Dear Ghostvillagers,


Whenever I hear those first few bass pops from Stevie Wonder’s song “Superstition,” I start groovin’. It’s all there in the song “…broke the lookin’ glass / Seven years of bad luck, the good things in your past.” Not just a great song, “Superstition” taps into something we all feel at some point, whether it’s carrying a lucky rabbit’s foot (never lucky for the rabbit), avoiding the path of a black cat, or eating chicken before every professional baseball game you play in, superstition is a force that crawls inside of us and makes a home. It doesn’t matter if it makes sense or not.


Here’s the funny thing: to the individual, superstition is hard science! If you eat chicken before a baseball game and have a good game, then one day you skip the chicken and play lousy, that’s easy observable science. Eating chicken may not guarantee a good game, but skipping it guarantees a bad game. It may sound ridiculous, but it was a fact for Red Sox Hall of Famer Wade Boggs.
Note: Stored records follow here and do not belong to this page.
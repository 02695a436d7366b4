"""Every demo survey's report, rendered once and read back with pdftotext and pypdf: no
internal notes reach the client, the chapters come in order, and each roof, envelope and
electrical item the report promises is printed (issue 14)."""

import io
import re
from dataclasses import dataclass

import pytest
from django.core.management import call_command
from django.db import transaction
from django.test import override_settings
from pypdf import PdfReader

from tests.reports.helpers import flat, pdf_text

# The marker makes pytest-django set up the test database even when only this module runs;
# the tests themselves read what the module's fixture rendered once.
pytestmark = pytest.mark.django_db

# Words that belong to our notes and criteria provenance, never to a client's page.
FORBIDDEN = [
    "from memory",
    "check against your copy",
    "secondary sources",
    "[source",
    "not confirmed against",
    "TODO",
    "placeholder",
    "lorem",
]
# Until the criteria tables carry their provenance outside the report (issue 14, helper
# h14a), the envelope criteria text still prints these two. Strict: when that lands the
# marks must go.
PENDING: set[str] = set()

CHAPTERS = ["Summary", "Survey conditions", "Method", "Thermograms", "Limitations and cautions"]


@dataclass
class Rendered:
    text: str  # the whole PDF, flattened, in reading order
    outline: list[str]  # the chapters' bookmarks (h2), in order
    chapters: dict[str, str]  # each chapter's pages (from its first to the next's first)


def read_back(pdf: bytes) -> Rendered:
    # Reading order (no layout): table cells stay whole when flattened.
    pages = pdf_text(pdf, layout=False).split("\f")
    reader = PdfReader(io.BytesIO(pdf))
    # The outline nests the chapters (h2) under the cover's title (h1).
    tops = [
        item
        for entry in reader.outline
        if isinstance(entry, list)
        for item in entry
        if not isinstance(item, list)
    ]
    starts = [reader.get_destination_page_number(item) for item in tops]
    chapters = {}
    for index, item in enumerate(tops):
        last = starts[index + 1] if index + 1 < len(starts) else len(pages) - 1
        chapters[item.title] = flat(" ".join(pages[starts[index] : last + 1]))
    return Rendered(flat(" ".join(pages)), [item.title for item in tops], chapters)


@pytest.fixture(scope="module")
def demo_reports(django_db_setup, django_db_blocker, tmp_path_factory) -> dict[str, Rendered]:
    """{survey title: the report read back} for every demo survey, each rendered once in
    the units of its thermographer; the demo is rolled back afterwards."""
    from reports.document import render_pdf
    from reports.models import ReportVersion
    from reports.services import report_create
    from survey.models import Survey

    media = tmp_path_factory.mktemp("demo-media")
    reports = {}
    with (
        django_db_blocker.unblock(),
        override_settings(
            MEDIA_ROOT=str(media),
            PASSWORD_HASHERS=["django.contrib.auth.hashers.MD5PasswordHasher"],
        ),
        transaction.atomic(),
    ):
        call_command("demo_data", stdout=io.StringIO())
        for survey in Survey.objects.select_related("thermographer__user"):
            member = survey.thermographer
            report = report_create(survey=survey, user=member.user)
            version = ReportVersion.objects.create(
                report=report,
                version=1,
                requested_by=member.user,
                temperature_unit=member.temperature_unit,
                speed_unit=member.speed_unit,
                length_unit=member.length_unit,
            )
            reports[survey.title] = read_back(render_pdf(version).pdf)
        transaction.set_rollback(True)
    return reports


def test_it_renders_every_demo_survey(demo_reports):
    """Three electrical visits, an envelope survey and a roof survey."""
    assert len(demo_reports) == 5
    assert sum("Main distribution panel" in title for title in demo_reports) == 3


@pytest.mark.parametrize(
    "phrase",
    [
        pytest.param(p, marks=pytest.mark.xfail(strict=True, reason="criteria provenance"))
        if p in PENDING
        else p
        for p in FORBIDDEN
    ],
)
def test_it_keeps_internal_notes_out_of_every_report(demo_reports, phrase):
    """None of our internal phrases is printed (case-insensitive)."""
    printed = {t for t, r in demo_reports.items() if phrase.lower() in r.text.lower()}
    assert printed == set(), f"{phrase!r} printed in {sorted(printed)}"


def test_it_prints_the_chapters_in_order(demo_reports):
    """The chapters' bookmarks come in the reader's order (others may sit between)."""
    for title, rendered in demo_reports.items():
        shown = [name for name in rendered.outline if name in CHAPTERS]
        assert shown == CHAPTERS, title
    roof = demo_reports["Flat roof moisture survey"].outline
    assert roof.index("Method") < roof.index("Roof plan and wet areas") < roof.index("Thermograms")


def test_it_prints_the_roof_plan_wet_areas_and_checks(demo_reports):
    rendered = demo_reports["Flat roof moisture survey"]
    roof = rendered.chapters["Roof plan and wet areas"]
    assert "Survey time 21:30 to 23:10, 22 April 2026" in roof
    assert "Membrane Two-layer bitumen felt" in roof
    assert "Insulation Mineral wool boards, 120 mm" in roof
    assert "Rain in the 24 h before none (0 mm)" in roof
    assert "Roof plan: white discs are the thermograms by number" in roof
    assert "not recorded" not in rendered.chapters["Survey conditions"]  # a complete night
    areas = re.findall(r"W(\d) Roof B, [^.]*? (\d) (\d+\.\d\d) (\d+\.\d\d)", roof)
    assert [a[0] for a in areas] == ["1", "2"]
    total = re.search(r"Total of 2 wet areas \D*?(\d+\.\d\d) (\d+\.\d\d)", roof)
    values = [float(a[2]) for a in areas]
    spreads = [float(a[3]) for a in areas]
    # Sum, and the root-sum-square of independent ± (JCGM 100, 5.1.2), by hand from the rows.
    assert float(total[1]) == pytest.approx(sum(values), abs=0.011)
    assert float(total[2]) == pytest.approx((spreads[0] ** 2 + spreads[1] ** 2) ** 0.5, abs=0.011)
    assert "Core and moisture-meter checks" in roof
    assert "W1 24 April 2026 Core sample Wet insulation saturated" in roof
    # Each finding names its wet area, its m² ± and its check.
    assert "Wet area W1 on the roof plan. Core sample on 24 April 2026: wet" in rendered.text
    assert re.search(r"Wet area \d+\.\d\d ± \d+\.\d\d m²", rendered.text)


def test_it_prints_the_envelope_extras(demo_reports):
    rendered = demo_reports["Winter envelope survey, Block B"]
    conditions = rendered.chapters["Survey conditions"]
    assert "Survey time 17:50 to 19:40" in conditions
    assert "Building and construction Four-storey block of flats" in conditions
    assert re.search(r"Pressure difference [−-]50 Pa inside–outside \(blower door\)", conditions)
    outdoor = re.search(r"Outdoor air, 24 h before lowest ([−-]?\d+\.\d) °C, highest", conditions)
    # The demo's outdoor log is −4 + 2.5·cos(…) (invented): its 24 h minimum is −6.5 °C.
    assert outdoor is not None and outdoor[1].replace("−", "-") == "-6.5"
    text = rendered.text
    assert "Photo" in text
    assert "≥ 100 % RH (condensation)" in text
    assert "mould risk" in text
    assert "cannot tell within the camera's accuracy" in text
    # Surface RH interval against 100 % (condensation) and 80 % (mould), ISO 13788, with the
    # guarded rule (ILAC-G8:2019): wholly above → exceeded, wholly below → not exceeded,
    # straddling → cannot tell. The printed ends are whole percent, so a limit they touch
    # is not judged here.
    rows = re.findall(
        r"(\d+)–(\d+) %; [^;]+; condensation ([a-z ']+?), mould ([a-z ']+?)(?= [−-]?\d| —)", text
    )
    assert len(rows) >= 6
    for low, high, condensation, mould in rows:
        for limit, decision in ((100, condensation), (80, mould)):
            if int(low) > limit:
                assert decision == "exceeded", (low, high, limit)
            elif int(high) < limit:
                assert decision == "not exceeded", (low, high, limit)
            elif int(low) < limit < int(high):
                assert decision == "cannot tell within the camera's accuracy", (low, high)
    # fRsi (fRsi,min) margin m, decision: m = fRsi − fRsi,min (ISO 13788, 3.1.7 and 4.2).
    factors = re.findall(r"(\d\.\d\d) \((\d\.\d\d)\) margin ([−-]?\d\.\d\d), ([a-z ']+)", text)
    assert len(factors) >= 4
    for factor, critical, margin, _ in factors:
        margin = float(margin.replace("−", "-"))
        assert margin == pytest.approx(float(factor) - float(critical), abs=0.011)
    decisions = {decision.strip() for *_, decision in factors}
    assert {"exceeded", "not exceeded"} <= decisions
    assert any(d.startswith("cannot tell within the camera's accuracy") for d in decisions)
    heat = rendered.chapters["Heat loss"]
    assert "kWh / year" in heat and "EUR" in heat


def test_it_prints_the_three_panel_visits(demo_reports):
    first = demo_reports["Main distribution panel survey"].text
    assert "Verified by the later measurement of 2026-03-23" in first
    assert "Mixer drive motor M-14" in first  # equipment inspected with no finding
    assert "246 A of 400 A" in first and "251 A" in first and "240 A" in first
    after = demo_reports["Main distribution panel, after the repair"].text
    assert "MDP-1 incoming supply lugs" in after
    routine = demo_reports["Main distribution panel, routine survey"].text
    assert "°F" in routine and "Corrected °C" not in routine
Believe in a thing and it becomes real. Tell my seven-year-old daughter that her stuffed animals aren’t real. She loves them, plays with them daily, and they love her back. It’s real. Tell me the two aces I’ve carried in my wallet for the last twenty years don’t mean anything and I’ll vehemently disagree. Superstitious? Yes. Invalid? No.


This month we’re going to explore superstitions on the NEW Ghostvillage.com. Last month we announced the re-launch, and if you haven’t checked in lately, we’ve polished the fenders, added some new content, and integrated everything. We’ll be adding new features regularly now. Be sure to check out all of the great creepy photography from Frank Grace! If you like the image, you can click on it and purchase prints online.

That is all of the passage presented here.